GIVEN INFORMATION:
⁂

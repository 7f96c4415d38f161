// SPDX-License-Identifier: Apache-2.0
/// @file
/// One fault looked at closely: at any place, also along a run or between two places, with what each
/// conductor and device carries and what can be touched meanwhile.
#pragma once

#include <array>
#include <optional>
#include <string>
#include <variant>
#include <vector>

#include "models/network.h"
#include "solver/impedance.h"
#include "solver/results.h"

namespace sunder::solver {

/// What is asked.
struct FaultQuery {
  std::string at;              ///< "workshop", "workshop/W2", "S1@40%", "S1@32 m"; "": every node
  std::optional<Fault> fault;  ///< nothing: every fault that is possible there
  double through_ohms = 0;     ///< resistance of the fault itself [ohm]
  std::string pair;            ///< a second place: one line to PE here, another line there (IT)
  std::string state;           ///< "": every state
  bool currents = false;       ///< what each run, transformer, source and device carries
  bool touch = false;          ///< voltages of protective conductors
};

/// What one element carries during the fault, from its `from` end inward, reference direction from
/// `from` to `to`; amplitudes are rms phasors against the fault's first driving voltage.
struct ElementCurrent {
  std::string element;            ///< "S1", "T1 primary", "T1 secondary", "grid", "M1", "W2 of workshop"
  std::string from, to;           ///< names of the ends
  std::array<Complex, 5> amps{};  ///< L1 L2 L3 N PE [A]
  std::string device;             ///< text of the device at its start, "" for none
  double residual = 0;            ///< |sum of lines and neutral| [A]
};

/// Voltage of a board's protective conductor during the fault, or of that at the place of the fault.
struct TouchVoltage {
  std::string board;           ///< or the place, as asked
  double to_earth = kNone;     ///< to reference earth, all of a declared supply's loop taken in its return [V]
  double to_terminal = kNone;  ///< to the main earthing terminal: PE of the board that the source feeds [V]
};

/// Symmetrical breaking current for contacts that part so long after inception.
struct BreakingCurrent {
  double seconds = 0;
  double amps = 0;
};

/// One fault in one state and condition.
struct FaultDetail {
  FaultRow row;                          ///< current, loop, driving voltage; node is the place asked
  std::array<Complex, 5> into_fault{};   ///< current that each conductor delivers to the fault [A]
  std::vector<ElementCurrent> elements;  ///< with `currents`
  std::vector<TouchVoltage> touch;       ///< with `touch`; greatest between two boards stands in `between`
  double between = kNone;                ///< greatest voltage between protective conductors of two boards [V]
  std::string between_boards;            ///< "intake and store"
  // Of three-phase faults in the maximum with currents = "IEC 60909":
  std::vector<BreakingCurrent> breaking;  ///< Ib at 0.02, 0.05, 0.1 and 0.25 s
  double peak_by_b = kNone;               ///< ip by method B beside that by method C in `row` [A]
  double steady = kNone;                  ///< Ik; not known with generators whose sustained current is not declared
  bool motors_negligible = false;         ///< sum IrM <= 0.01 I"k: they may be left out (they are not)
  std::string undefined;                  ///< with `currents`: a link whose share is not defined, as it is in a loop
                                          ///< of links without impedance; "" for none
  double imbalance = 0;                   ///< greatest current sum left over at a node, relative to the fault current
};

/// @return the sentence that says why not: no such place (nearest one named), a place beyond the run,
/// a fault whose conductors are not there, a state that does not exist.
/// Precondition: check_topology is empty.
[[nodiscard]] std::variant<std::vector<FaultDetail>, std::string> study_faults(const models::Network& network,
                                                                               const FaultQuery& query);

}  // namespace sunder::solver
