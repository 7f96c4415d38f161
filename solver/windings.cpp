// SPDX-License-Identifier: Apache-2.0
#include "solver/windings.h"

#include <cmath>
#include <numbers>

namespace sunder::solver {
namespace {

using models::Winding;
using Matrix3 = Eigen::Matrix3cd;

bool has_star(Winding w) { return w != Winding::delta; }
bool is_zigzag(Winding w) { return w == Winding::zigzag || w == Winding::zigzag_earthed; }
bool is_earthed(Winding w) { return w == Winding::star_earthed || w == Winding::zigzag_earthed; }

// Row k: line k against its neighbour, in the order of phases or against it.
Matrix3 differences(bool forward) {
  Matrix3 d = Matrix3::Identity();
  for (int k = 0; k < 3; ++k) d(k, (k + (forward ? 1 : 2)) % 3) = -1.0;
  return d;
}

// What a connection makes of a positive-sequence system (1, a2, a): row 0 of the product.
Complex gain(const Matrix3& connection) {
  const Complex a2 = std::polar(1.0, -2.0 * std::numbers::pi / 3.0);
  return connection(0, 0) + connection(0, 1) * a2 + connection(0, 2) * a2 * a2;
}

// Cyclic exchange of the secondary phases by k places.
Matrix3 rotation(int k) {
  Matrix3 p = Matrix3::Zero();
  for (int i = 0; i < 3; ++i) p(i, (i + k) % 3) = 1.0;
  return p;
}

bool matches(Complex turned, int clock) {
  const double wanted = -clock * std::numbers::pi / 6.0;
  return std::abs(turned / std::abs(turned) - std::polar(1.0, wanted)) < 1e-6;
}

// Open-circuit voltages of the secondary coils (of a delta: its coils; otherwise star to line) per
// volt of the primary lines, with the turns ratio that makes the rated voltages.
Matrix3 open_circuit(const models::Transformer& t) {
  const double ratio = t.secondary / (t.primary * (1.0 + t.tap));
  const bool delta = t.secondary_winding == Winding::delta;
  // A delta on the secondary turns by 30 degrees more between its coils and its lines.
  const Complex own = delta ? gain(differences(true)) : Complex{1.0};
  for (const bool primary_forward : {true, false})
    for (const bool secondary_forward : {true, false})
      for (int k = 0; k < 3; ++k)
        for (const double sign : {1.0, -1.0}) {
          Matrix3 c = Matrix3::Identity();
          if (t.primary_winding == Winding::delta || is_zigzag(t.primary_winding)) c = differences(primary_forward);
          if (is_zigzag(t.secondary_winding)) c = differences(secondary_forward) * c;
          c = sign * rotation(k) * c;
          const Complex turned = gain(c) / own;
          if (!matches(turned, t.clock)) continue;
          return c * (ratio / std::abs(turned));
        }
  return Matrix3::Zero();  // an impossible clock number: the reader refuses it
}

// Takes terminal k out of an admittance matrix, its current being zero.
Eigen::MatrixXcd without(const Eigen::MatrixXcd& y, Eigen::Index k) {
  const Eigen::Index n = y.rows() - 1;
  Eigen::MatrixXcd rest(n, n);
  auto old = [k](Eigen::Index i) { return i < k ? i : i + 1; };
  for (Eigen::Index i = 0; i < n; ++i)
    for (Eigen::Index j = 0; j < n; ++j) rest(i, j) = y(old(i), old(j)) - y(old(i), k) * y(k, old(j)) / y(k, k);
  return rest;
}

}  // namespace

bool clock_possible(Winding primary, Winding secondary, int clock) noexcept {
  auto turns = [](Winding w) { return w == Winding::delta || is_zigzag(w) ? 1 : 0; };
  return clock >= 0 && clock < 12 && (turns(primary) + turns(secondary)) % 2 == clock % 2;
}

WindingModel winding_model(const models::Transformer& t, Complex z1, Complex z0) {
  const Matrix3 e = open_circuit(t);
  const bool delta = t.secondary_winding == Winding::delta;
  const bool primary_star = is_earthed(t.primary_winding);
  const bool z0_known = !std::isnan(z0.real());
  const bool passes = has_star(t.primary_winding) && !is_zigzag(t.primary_winding);
  // B: voltages over the impedances, from those of the terminals p1 p2 p3 pn s1 s2 s3 star.
  Eigen::MatrixXcd b = Eigen::MatrixXcd::Zero(3, 8);
  b.leftCols<3>() = -e;
  // Coils of a star are between line and star point: its potential counts with their row sums.
  if (passes) b.col(3) = e.rowwise().sum();
  const bool core_path = passes && !primary_star && has_star(t.secondary_winding) && !is_zigzag(t.secondary_winding);
  if (core_path) {
    const Matrix3 no_zero = Matrix3::Identity() - Matrix3::Constant(1.0 / 3.0);
    b.leftCols<4>() = (no_zero * b.leftCols<4>()).eval();
  }
  if (delta) {
    b.block<3, 3>(0, 4) = differences(true);
  } else {
    b.block<3, 3>(0, 4) = Matrix3::Identity();
    b.col(7).setConstant(-1.0);
  }
  Eigen::MatrixXcd y = b.transpose() * b / (delta ? 3.0 * z1 : z1);
  WindingModel model;
  model.primary_star = primary_star;
  model.secondary_star = !delta && is_earthed(t.secondary_winding) && z0_known;
  const Complex zn = (z0 - z1) / 3.0;
  if (!delta) {
    if (model.secondary_star && std::abs(zn) > 1e-12 * std::abs(z1)) {
      Eigen::MatrixXcd larger = Eigen::MatrixXcd::Zero(9, 9);
      larger.topLeftCorner<8, 8>() = y;
      larger(7, 7) += 1.0 / zn;
      larger(8, 8) += 1.0 / zn;
      larger(7, 8) -= 1.0 / zn;
      larger(8, 7) -= 1.0 / zn;
      y = without(larger, 7);
    } else if (!model.secondary_star) {
      y = without(y, 7);
    }
  } else {
    y = y.topLeftCorner(7, 7).eval();
    // Zero sequence of an earthed primary above a delta: the same difference at its star point.
    if (primary_star && z0_known && std::abs(zn) > 1e-12 * std::abs(z1)) {
      const double turns = t.primary * (1.0 + t.tap) / t.secondary;
      const Complex zp = zn * turns * turns;
      Eigen::MatrixXcd larger = Eigen::MatrixXcd::Zero(8, 8);
      // The new terminal takes the place of the coils' star, which is eliminated.
      larger.topLeftCorner<7, 7>() = y;
      larger(3, 3) += 1.0 / zp;
      larger(7, 7) += 1.0 / zp;
      larger(3, 7) -= 1.0 / zp;
      larger(7, 3) -= 1.0 / zp;
      Eigen::MatrixXcd rest = without(larger, 3);  // p1 p2 p3 s1 s2 s3 star
      Eigen::PermutationMatrix<Eigen::Dynamic> order(7);
      order.indices() << 0, 1, 2, 4, 5, 6, 3;
      y = order * rest * order.transpose();
    }
  }
  if (!primary_star) {
    // Nothing connects the star of the primary coils: a delta has none, an open star carries no current.
    const bool floats = passes && !core_path && std::abs(y(3, 3)) > 0;
    if (floats) {
      y = without(y, 3);
    } else {
      const Eigen::Index n = y.rows() - 1;
      Eigen::MatrixXcd rest(n, n);
      auto old = [](Eigen::Index i) { return i < 3 ? i : i + 1; };
      for (Eigen::Index i = 0; i < n; ++i)
        for (Eigen::Index j = 0; j < n; ++j) rest(i, j) = y(old(i), old(j));
      y = rest;
    }
  }
  model.y = y;
  return model;
}

}  // namespace sunder::solver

⁂

Search the preceding listing for the word "amps" and pull out every line that holds it.

COMPLETED EXERCISE:
  std::array<Complex, 5> amps{};  ///< L1 L2 L3 N PE [A]
  double amps = 0;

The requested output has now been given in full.